**ENTRIES SHOWN**
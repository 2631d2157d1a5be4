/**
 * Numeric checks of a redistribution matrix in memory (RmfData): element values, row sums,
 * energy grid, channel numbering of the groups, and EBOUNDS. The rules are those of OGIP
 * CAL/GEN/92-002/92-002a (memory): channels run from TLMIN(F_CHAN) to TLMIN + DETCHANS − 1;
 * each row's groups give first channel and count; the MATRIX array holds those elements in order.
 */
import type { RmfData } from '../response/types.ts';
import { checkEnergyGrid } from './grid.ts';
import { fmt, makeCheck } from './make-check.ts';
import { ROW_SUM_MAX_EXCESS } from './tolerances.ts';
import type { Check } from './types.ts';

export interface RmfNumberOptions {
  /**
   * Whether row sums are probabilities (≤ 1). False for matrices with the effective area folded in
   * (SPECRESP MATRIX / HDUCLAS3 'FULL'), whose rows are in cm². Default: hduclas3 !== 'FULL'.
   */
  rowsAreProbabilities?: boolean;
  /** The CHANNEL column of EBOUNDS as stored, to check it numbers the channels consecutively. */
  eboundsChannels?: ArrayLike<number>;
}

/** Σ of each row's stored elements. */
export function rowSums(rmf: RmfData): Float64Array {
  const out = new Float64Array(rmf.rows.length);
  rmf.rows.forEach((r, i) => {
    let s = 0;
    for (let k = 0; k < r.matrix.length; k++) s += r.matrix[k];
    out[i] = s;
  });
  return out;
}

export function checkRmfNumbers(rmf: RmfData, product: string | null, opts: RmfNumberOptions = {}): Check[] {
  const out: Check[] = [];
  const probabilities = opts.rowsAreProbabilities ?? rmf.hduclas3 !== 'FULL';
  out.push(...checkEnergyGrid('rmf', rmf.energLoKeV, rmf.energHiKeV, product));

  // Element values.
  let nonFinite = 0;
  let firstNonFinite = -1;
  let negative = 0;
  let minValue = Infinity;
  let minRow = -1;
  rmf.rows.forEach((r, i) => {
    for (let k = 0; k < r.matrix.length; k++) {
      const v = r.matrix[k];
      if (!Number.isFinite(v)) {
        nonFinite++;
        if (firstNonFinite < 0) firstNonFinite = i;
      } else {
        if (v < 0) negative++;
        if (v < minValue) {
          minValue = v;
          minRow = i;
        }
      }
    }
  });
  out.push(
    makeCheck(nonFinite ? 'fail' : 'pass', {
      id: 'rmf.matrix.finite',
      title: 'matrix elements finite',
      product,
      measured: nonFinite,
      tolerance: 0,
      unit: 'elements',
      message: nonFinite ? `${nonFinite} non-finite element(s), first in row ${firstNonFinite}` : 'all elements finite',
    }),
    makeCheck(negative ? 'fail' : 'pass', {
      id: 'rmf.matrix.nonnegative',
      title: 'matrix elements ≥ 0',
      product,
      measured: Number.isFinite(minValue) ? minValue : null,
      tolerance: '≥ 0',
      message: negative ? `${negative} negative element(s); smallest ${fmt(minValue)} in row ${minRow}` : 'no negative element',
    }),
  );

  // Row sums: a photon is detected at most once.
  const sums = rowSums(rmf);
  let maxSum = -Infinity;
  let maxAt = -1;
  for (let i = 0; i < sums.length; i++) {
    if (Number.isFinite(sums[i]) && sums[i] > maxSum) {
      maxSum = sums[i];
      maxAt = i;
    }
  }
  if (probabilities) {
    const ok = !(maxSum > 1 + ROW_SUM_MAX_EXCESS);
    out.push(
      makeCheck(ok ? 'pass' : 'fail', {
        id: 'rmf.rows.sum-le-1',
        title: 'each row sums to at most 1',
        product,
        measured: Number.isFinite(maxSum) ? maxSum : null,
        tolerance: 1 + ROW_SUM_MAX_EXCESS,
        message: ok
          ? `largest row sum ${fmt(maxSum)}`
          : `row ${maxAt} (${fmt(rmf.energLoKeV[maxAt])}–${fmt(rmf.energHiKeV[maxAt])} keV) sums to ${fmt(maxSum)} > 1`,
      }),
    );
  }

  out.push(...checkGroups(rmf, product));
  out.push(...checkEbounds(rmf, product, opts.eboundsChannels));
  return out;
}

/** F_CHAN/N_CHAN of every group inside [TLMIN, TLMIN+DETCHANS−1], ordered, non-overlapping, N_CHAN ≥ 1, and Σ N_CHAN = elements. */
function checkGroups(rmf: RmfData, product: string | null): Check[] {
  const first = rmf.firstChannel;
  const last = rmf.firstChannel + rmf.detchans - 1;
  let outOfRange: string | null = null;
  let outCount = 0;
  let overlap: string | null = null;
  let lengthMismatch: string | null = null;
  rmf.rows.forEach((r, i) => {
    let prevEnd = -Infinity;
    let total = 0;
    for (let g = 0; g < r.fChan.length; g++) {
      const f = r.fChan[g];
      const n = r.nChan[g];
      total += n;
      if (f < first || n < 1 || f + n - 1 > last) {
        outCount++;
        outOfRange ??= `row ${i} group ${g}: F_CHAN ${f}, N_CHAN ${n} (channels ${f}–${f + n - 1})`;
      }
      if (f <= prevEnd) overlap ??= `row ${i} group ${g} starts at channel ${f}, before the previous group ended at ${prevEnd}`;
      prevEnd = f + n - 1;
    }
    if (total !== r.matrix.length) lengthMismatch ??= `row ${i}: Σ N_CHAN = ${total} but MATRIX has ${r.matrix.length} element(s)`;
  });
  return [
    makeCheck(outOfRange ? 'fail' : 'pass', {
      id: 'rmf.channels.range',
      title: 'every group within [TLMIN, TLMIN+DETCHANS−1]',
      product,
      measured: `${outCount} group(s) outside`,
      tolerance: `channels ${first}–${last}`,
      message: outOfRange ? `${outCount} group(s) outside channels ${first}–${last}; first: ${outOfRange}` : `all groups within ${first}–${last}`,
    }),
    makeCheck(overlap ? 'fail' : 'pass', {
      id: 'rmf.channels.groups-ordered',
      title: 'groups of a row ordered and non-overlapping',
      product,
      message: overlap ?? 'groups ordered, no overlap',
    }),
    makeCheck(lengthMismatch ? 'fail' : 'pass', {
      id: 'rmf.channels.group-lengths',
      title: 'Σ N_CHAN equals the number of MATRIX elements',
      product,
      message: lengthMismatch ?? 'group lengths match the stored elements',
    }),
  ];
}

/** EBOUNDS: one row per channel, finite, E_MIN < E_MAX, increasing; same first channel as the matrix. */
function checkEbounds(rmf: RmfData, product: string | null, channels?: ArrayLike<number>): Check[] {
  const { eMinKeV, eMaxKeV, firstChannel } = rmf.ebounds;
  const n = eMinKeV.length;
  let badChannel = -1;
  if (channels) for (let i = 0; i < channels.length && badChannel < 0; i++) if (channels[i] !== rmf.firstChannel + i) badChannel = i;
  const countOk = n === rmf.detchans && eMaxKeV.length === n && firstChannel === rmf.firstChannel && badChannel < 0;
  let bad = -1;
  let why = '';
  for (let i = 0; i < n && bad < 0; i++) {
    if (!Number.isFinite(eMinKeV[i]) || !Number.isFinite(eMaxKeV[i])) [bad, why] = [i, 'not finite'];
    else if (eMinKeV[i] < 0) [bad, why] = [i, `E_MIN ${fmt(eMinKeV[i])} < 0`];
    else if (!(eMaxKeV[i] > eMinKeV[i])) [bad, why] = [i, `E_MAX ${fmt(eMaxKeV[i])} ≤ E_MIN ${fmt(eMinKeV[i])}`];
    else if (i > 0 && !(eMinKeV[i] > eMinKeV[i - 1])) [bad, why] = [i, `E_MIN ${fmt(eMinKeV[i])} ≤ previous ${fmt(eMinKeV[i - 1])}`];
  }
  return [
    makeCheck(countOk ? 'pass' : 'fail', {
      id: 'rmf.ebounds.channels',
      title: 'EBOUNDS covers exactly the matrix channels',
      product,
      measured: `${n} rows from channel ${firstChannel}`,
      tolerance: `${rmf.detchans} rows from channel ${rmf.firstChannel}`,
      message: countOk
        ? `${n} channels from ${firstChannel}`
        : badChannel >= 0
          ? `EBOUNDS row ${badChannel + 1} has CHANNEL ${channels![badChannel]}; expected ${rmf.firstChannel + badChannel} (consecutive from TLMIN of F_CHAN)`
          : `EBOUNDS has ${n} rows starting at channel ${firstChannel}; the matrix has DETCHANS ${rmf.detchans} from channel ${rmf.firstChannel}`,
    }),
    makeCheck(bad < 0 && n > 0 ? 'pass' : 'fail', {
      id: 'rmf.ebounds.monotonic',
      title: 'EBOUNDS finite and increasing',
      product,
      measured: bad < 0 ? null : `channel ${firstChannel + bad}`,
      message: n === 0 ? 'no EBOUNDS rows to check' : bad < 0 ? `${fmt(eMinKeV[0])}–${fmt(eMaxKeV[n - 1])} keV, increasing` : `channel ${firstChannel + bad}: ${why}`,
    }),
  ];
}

**WORK TASK**
Your output must be the lines of the material above, from the first through the line that contains "channels consecutively. */", copied exactly. Include both endpoints and nothing else.

**COMPLETED TASK**
repository 2631d2157d1a5be4
/**
 * Numeric checks of a redistribution matrix in memory (RmfData): element values, row sums,
 * energy grid, channel numbering of the groups, and EBOUNDS. The rules are those of OGIP
 * CAL/GEN/92-002/92-002a (memory): channels run from TLMIN(F_CHAN) to TLMIN + DETCHANS − 1;
 * each row's groups give first channel and count; the MATRIX array holds those elements in order.
 */
import type { RmfData } from '../response/types.ts';
import { checkEnergyGrid } from './grid.ts';
import { fmt, makeCheck } from './make-check.ts';
import { ROW_SUM_MAX_EXCESS } from './tolerances.ts';
import type { Check } from './types.ts';

export interface RmfNumberOptions {
  /**
   * Whether row sums are probabilities (≤ 1). False for matrices with the effective area folded in
   * (SPECRESP MATRIX / HDUCLAS3 'FULL'), whose rows are in cm². Default: hduclas3 !== 'FULL'.
   */
  rowsAreProbabilities?: boolean;
  /** The CHANNEL column of EBOUNDS as stored, to check it numbers the channels consecutively. */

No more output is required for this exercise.